Open mathemakitten opened 1 year ago
Hi @mathemakitten stumbled on this issue while researching on Jax, the latest efa nccl plugin supports multiple NCCL version with a single build. https://github.com/aws/aws-ofi-nccl, if you checkout the installation guide, it no longer requires a fixed nccl version. It also tries to set FI_EFA_FORK_SAFE
and NCCL_PROTO
here. Unfortunately you still have to set the environment variable FI_EFA_USE_DEVICE_RDMA
manually. More documentation on the env vars. Hope this helps!
An update here: JAX no longer vendors a copy of NCCL. If you use the pip
installation of JAX, we'll install NCCL via a pip
package (nvidia-nccl-cu12
). If the pip
package isn't installed, then we'll use whatever NCCL library is in your LD_LIBRARY_PATH
.
This means that it's easy to use an AWS-specific NCCL, if that's something you want to do: just make sure to remove the pip
package version of NCCL and install the AWS version.
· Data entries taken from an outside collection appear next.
fn trim_zeros(s: &str) -> String {
    if s.contains('.') {
        s.trim_end_matches('0').trim_end_matches('.').to_string()
    } else {
        s.to_string()
    }
}

/// Number of decimals needed to write multiples of `step` exactly (0..=6).
fn decimals_for(step: f64) -> usize {
    (0..=6)
        .find(|&d| {
            let scaled = step * 10f64.powi(d as i32);
            (scaled - scaled.round()).abs() < 1e-6 * scaled.abs().max(1.0)
        })
        .unwrap_or(6)
}

/// Formats tick values. `resolution(v)` is the smallest difference that must
/// stay visible at `v` (the tick step, or `v` itself for decade ticks). All
/// labels of one bar share one style: fixed-point when every nonzero value
/// lies in [1e-3, 1e5), scientific (`2.5e6`, `1e-4`) otherwise.
fn format_ticks(values: &[f64], resolution: impl Fn(f64) -> f64) -> Vec<String> {
    let fixed = values.iter().all(|v| *v == 0.0 || (1e-3..1e5).contains(&v.abs()));
    values
        .iter()
        .map(|&v| {
            if !v.is_finite() {
                return "?".to_string();
            }
            let r = resolution(v);
            let res = if r.is_finite() && r > 0.0 {
                r
            } else {
                v.abs().max(1e-300)
            };
            let v = if (v / res).abs() < 1e15 {
                (v / res).round() * res
            } else {
                v
            } + 0.0;
            if fixed {
                let d = decimals_for(res);
                format!("{v:.d$}")
            } else if v == 0.0 {
                "0".to_string()
            } else {
                let e = (v.abs().log10() + 1e-9).floor();
                let p = (e - (res.log10() + 1e-9).floor()).clamp(0.0, 6.0) as usize;
                let txt = format!("{v:.p$e}");
                // Drop trailing zeros of the mantissa (2.50e6 -> 2.5e6).
                match txt.split_once('e') {
                    Some((m, "0")) => trim_zeros(m),
                    Some((m, x)) => format!("{}e{x}", trim_zeros(m)),
                    None => txt,
                }
            }
        })
        .collect()
}

/// Tick values and labels for the colour bar.
fn ticks(lo: f64, hi: f64, scale: ColourScale) -> Vec<(f64, String)> {
    if !(lo.is_finite() && hi.is_finite()) {
        return Vec::new();
    }
    if hi <= lo {
        return single_tick(lo);
    }
    if scale == ColourScale::Log && lo > 0.0 {
        let e0 = (lo.log10() - 1e-9).ceil() as i32;
        let e1 = (hi.log10() + 1e-9).floor() as i32;
        let n = e1 - e0 + 1;
        if n >= 2 {
            let step = ((n + 4) / 5).max(1);
            let vals: Vec<f64> = (e0..=e1).step_by(step as usize).map(|e| 10f64.powi(e)).collect();
            let labels = format_ticks(&vals, |v| v);
            return vals.into_iter().zip(labels).collect();
        }
    }
    linear_ticks(lo, hi)
}

fn single_tick(v: f64) -> Vec<(f64, String)> {
    let label = format_ticks(&[v], |v| v.abs() * 1e-3);
    vec![(v, label.into_iter().next().unwrap_or_default())]
}

/// "Nice" ticks (1, 2 or 5 times a power of ten, 2.5 as a fallback),
/// preferring 3 to 5 ticks.
fn linear_ticks(lo: f64, hi: f64) -> Vec<(f64, String)> {
    let span = hi - lo;
    if !(span.is_finite() && span > 0.0) {
        return single_tick(lo);
    }
    let mag = 10f64.powf((span / 4.0).log10().floor());
    let count = |step: f64| ((hi / step).floor() - (lo / step).ceil() + 1.0).max(0.0);
    let candidates = [1.0, 2.0, 5.0, 10.0, 20.0, 50.0, 2.5, 25.0].map(|m| m * mag);
    let step = candidates
        .iter()
        .copied()
        .find(|&s| (3.0..=5.0).contains(&count(s)))
        .or_else(|| candidates.iter().copied().find(|&s| count(s) <= 5.0))
        .unwrap_or(span);
    let first = (lo / step).ceil() as i64;
    let last = (hi / step).floor() as i64;
    let vals: Vec<f64> = (first..=last).map(|k| k as f64 * step).collect();
    let labels = format_ticks(&vals, |_| step);
    vals.into_iter().zip(labels).collect()
}

/// The colour-bar range actually used for `spec`.
fn effective_range(spec: &FrameSpec) -> (f64, f64) {
    let auto = || {
        let (mn, mx) = finite_min_max(spec.values, spec.wet);
        match spec.scale {
            ColourScale::Linear => {
                if mn <= mx {
                    (mn, mx)
                } else {
                    (0.0, 1.0)
                }
            }
            ColourScale::Log => {
                if mx > 0.0 {
                    (mx * 1e-4, mx)
                } else {
                    (1e-4, 1.0)
                }
            }
        }
    };
    match spec.range {
        Some((lo, hi)) if lo.is_finite() && hi.is_finite() => match spec.scale {
            ColourScale::Log if lo <= 0.0 => {
                if hi > 0.0 {
                    (hi * 1e-4, hi)
                } else {
                    auto()
                }
            }
            _ => (lo.min(hi), lo.max(hi)),
        },
        _ => auto(),
    }
}
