//! Small pixel-drawing helpers shared by frames, maps and plots: the ink colour, a clipped
//! pixel write and one-pixel rectangle outlines.

use image::RgbImage;

/// Near-black ink for outlines, ticks and text.
pub(crate) const INK: [u8; 3] = [28, 28, 30];

/// Sets one pixel; points outside the image are ignored.
pub(crate) fn put(img: &mut RgbImage, x: i64, y: i64, rgb: [u8; 3]) {
    if x >= 0 && y >= 0 && x < i64::from(img.width()) && y < i64::from(img.height()) {
        img.put_pixel(x as u32, y as u32, image::Rgb(rgb));
    }
}

/// One-pixel outline in `rgb` of the rectangle with top-left `(x, y)` and size `w x h`.
pub(crate) fn outline(img: &mut RgbImage, x: i64, y: i64, w: i64, h: i64, rgb: [u8; 3]) {
    for d in 0..w {
        put(img, x + d, y, rgb);
        put(img, x + d, y + h - 1, rgb);
    }
    for d in 0..h {
        put(img, x, y + d, rgb);
        put(img, x + w - 1, y + d, rgb);
    }
}

/// [`outline`] in ink with an unsigned size.
pub(crate) fn outline_ink(img: &mut RgbImage, x: i64, y: i64, w: u32, h: u32) {
    outline(img, x, y, i64::from(w), i64::from(h), INK);
}
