//! `animation.gif`: the run's frames as one looping animation that plays in about ten
//! seconds. One 256-colour palette serves every frame: it is learnt (NeuQuant, `color_quant`)
//! from the first frame, which already holds every colour of the run (its colour bar spans the
//! whole ramp, and the range is the same for all frames), so colours do not flicker between
//! frames and each further frame only needs a palette lookup per pixel, done in parallel.

use super::{write_atomic_with, OutputError};
use color_quant::NeuQuant;
use image::RgbImage;
use rayon::prelude::*;
use std::path::Path;

/// Seconds the whole animation plays for.
pub const PLAY_SECONDS: f64 = 10.0;

/// Shortest frame delay browsers honour, ms (shorter delays are often shown slower).
const MIN_DELAY_MS: u32 = 20;

/// NeuQuant sampling factor (1 = best, 30 = fastest).
const QUANT_SPEED: i32 = 10;

/// The palette shared by every frame.
pub struct GifPalette(NeuQuant);

impl GifPalette {
    /// Learns the palette from `img`.
    pub fn learn(img: &RgbImage) -> Self {
        Self(NeuQuant::new(QUANT_SPEED, 256, &rgba(img)))
    }
}

/// One frame as palette indices, already LZW-compressed, ready to be written.
pub struct GifFrame(gif::Frame<'static>);

fn rgba(img: &RgbImage) -> Vec<u8> {
    let mut v = Vec::with_capacity(img.as_raw().len() / 3 * 4);
    for p in img.as_raw().chunks_exact(3) {
        v.extend_from_slice(&[p[0], p[1], p[2], 255]);
    }
    v
}

/// The delay of each of `count` frames so the animation plays in about [`PLAY_SECONDS`],
/// in hundredths of a second (GIF's unit), at least 20 ms.
pub fn frame_delay(count: usize) -> u16 {
    let ms = ((PLAY_SECONDS * 1000.0 / count.max(1) as f64).round() as u32).max(MIN_DELAY_MS);
    (ms / 10).clamp(2, u16::MAX as u32) as u16
}

/// Maps `img` onto `palette` and compresses it (frames can be prepared in parallel). Images
/// larger than GIF's 65535 pixels per side are refused.
pub fn gif_frame(img: &RgbImage, palette: &GifPalette) -> Result<GifFrame, String> {
    let (w, h) = img.dimensions();
    let (Ok(width), Ok(height)) = (u16::try_from(w), u16::try_from(h)) else {
        return Err(format!("a {w} x {h} frame is too large for GIF"));
    };
    let indices = img
        .as_raw()
        .par_chunks(3 * 4096)
        .flat_map_iter(|chunk| {
            chunk
                .chunks_exact(3)
                .map(|p| palette.0.index_of(&[p[0], p[1], p[2], 255]) as u8)
        })
        .collect::<Vec<u8>>();
    let mut frame = gif::Frame {
        width,
        height,
        buffer: std::borrow::Cow::Owned(indices),
        ..gif::Frame::default()
    };
    frame.make_lzw_pre_encoded();
    Ok(GifFrame(frame))
}

/// Writes `frames` (in order, all the same size) with `palette` as a looping GIF at `path`,
/// each shown for `delay` hundredths of a second.
pub fn write_gif(frames: &[GifFrame], palette: &GifPalette, delay: u16, path: &Path) -> Result<(), OutputError> {
    let Some(first) = frames.first() else {
        return Err(OutputError::invalid(path, "no frames to animate"));
    };
    let (w, h) = (first.0.width, first.0.height);
    if frames.iter().any(|f| (f.0.width, f.0.height) != (w, h)) {
        return Err(OutputError::invalid(path, "frames differ in size"));
    }
    let colours = palette.0.color_map_rgb();
    write_atomic_with(path, |out| {
        let mut enc = gif::Encoder::new(out, w, h, &colours).map_err(std::io::Error::other)?;
        enc.set_repeat(gif::Repeat::Infinite).map_err(std::io::Error::other)?;
        for f in frames {
            let frame = gif::Frame {
                delay,
                buffer: std::borrow::Cow::Borrowed(&f.0.buffer),
                ..f.0.clone()
            };
            enc.write_lzw_pre_encoded_frame(&frame).map_err(std::io::Error::other)?;
        }
        Ok(())
    })
}

#[cfg(test)]
mod tests {
    use super::*;

    #[test]
    fn delays_fill_ten_seconds() {
        assert_eq!(frame_delay(10), 100);
        assert_eq!(frame_delay(1000), 2);
        assert_eq!(frame_delay(0), 1000);
    }

    #[test]
    fn a_gif_round_trips_its_frames() {
        let d = tempfile::tempdir().unwrap();
        let p = d.path().join("a.gif");
        let imgs: Vec<RgbImage> = (0..3)
            .map(|k| RgbImage::from_fn(320, 240, |x, y| image::Rgb([(x * 3 / 4) as u8, y as u8, 60 * k as u8])))
            .collect();
        let pal = GifPalette::learn(&imgs[0]);
        let frames: Vec<GifFrame> = imgs.iter().map(|i| gif_frame(i, &pal).unwrap()).collect();
        write_gif(&frames, &pal, frame_delay(3), &p).unwrap();
        let mut dec = gif::DecodeOptions::new();
        dec.set_color_output(gif::ColorOutput::RGBA);
        let mut r = dec.read_info(std::fs::File::open(&p).unwrap()).unwrap();
        let mut n = 0;
        let mut first = Vec::new();
        while let Some(f) = r.read_next_frame().unwrap() {
            assert_eq!((f.width, f.height, f.delay), (320, 240, 333));
            if n == 0 {
                first = f.buffer.to_vec();
            }
            n += 1;
        }
        assert_eq!(n, 3);
        // The first frame, whose colours the palette learnt, comes back close: 57 600 distinct
        // colours of a smooth two-way gradient in 256 palette entries (16 x 16 levels would
        // leave at most 8 per channel) leave a few levels of error on average.
        let err: Vec<i32> = first
            .chunks_exact(4)
            .zip(imgs[0].pixels())
            .map(|(a, b)| (0..3).map(|c| (a[c] as i32 - b[c] as i32).abs()).max().unwrap())
            .collect();
        let mean = err.iter().sum::<i32>() as f64 / err.len() as f64;
        assert!(mean <= 8.0, "mean largest-channel error {mean}");
        assert!(write_gif(&[], &pal, 10, &p).is_err());
    }
}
(We should document this.)
Hi! I wanted to surface a quirk of running jax on an AWS GPU cluster in case it's helpful — jax's vendored NCCL doesn't play well with AWS Libfabric EFA due to the way that jax starts processes (issue here). I know this is really an AWS-side issue but it might be helpful to have it documented somewhere on the jax side as well since it stalled me for two days, and could possibly be helpful to debug issues. It's supposedly fixed in the newest version of EFA, but I still had to set
FI_EFA_FORK_SAFE=1
to get anything working for multinode, multiprocess jax.Relatedly, it'd be super useful to have a little utility function to surface what version of NCCL jax is running with—or maybe there's a way to do this and I'm just missing it. I'm working in envs with multiple versions of NCCL floating around and considered building jaxlib against a different version at some point so it would be useful!
Feel free to close this if you decide against these suggestions, I thought it'd be helpful to document it for searchability in case others are running jax on specifically AWS clusters.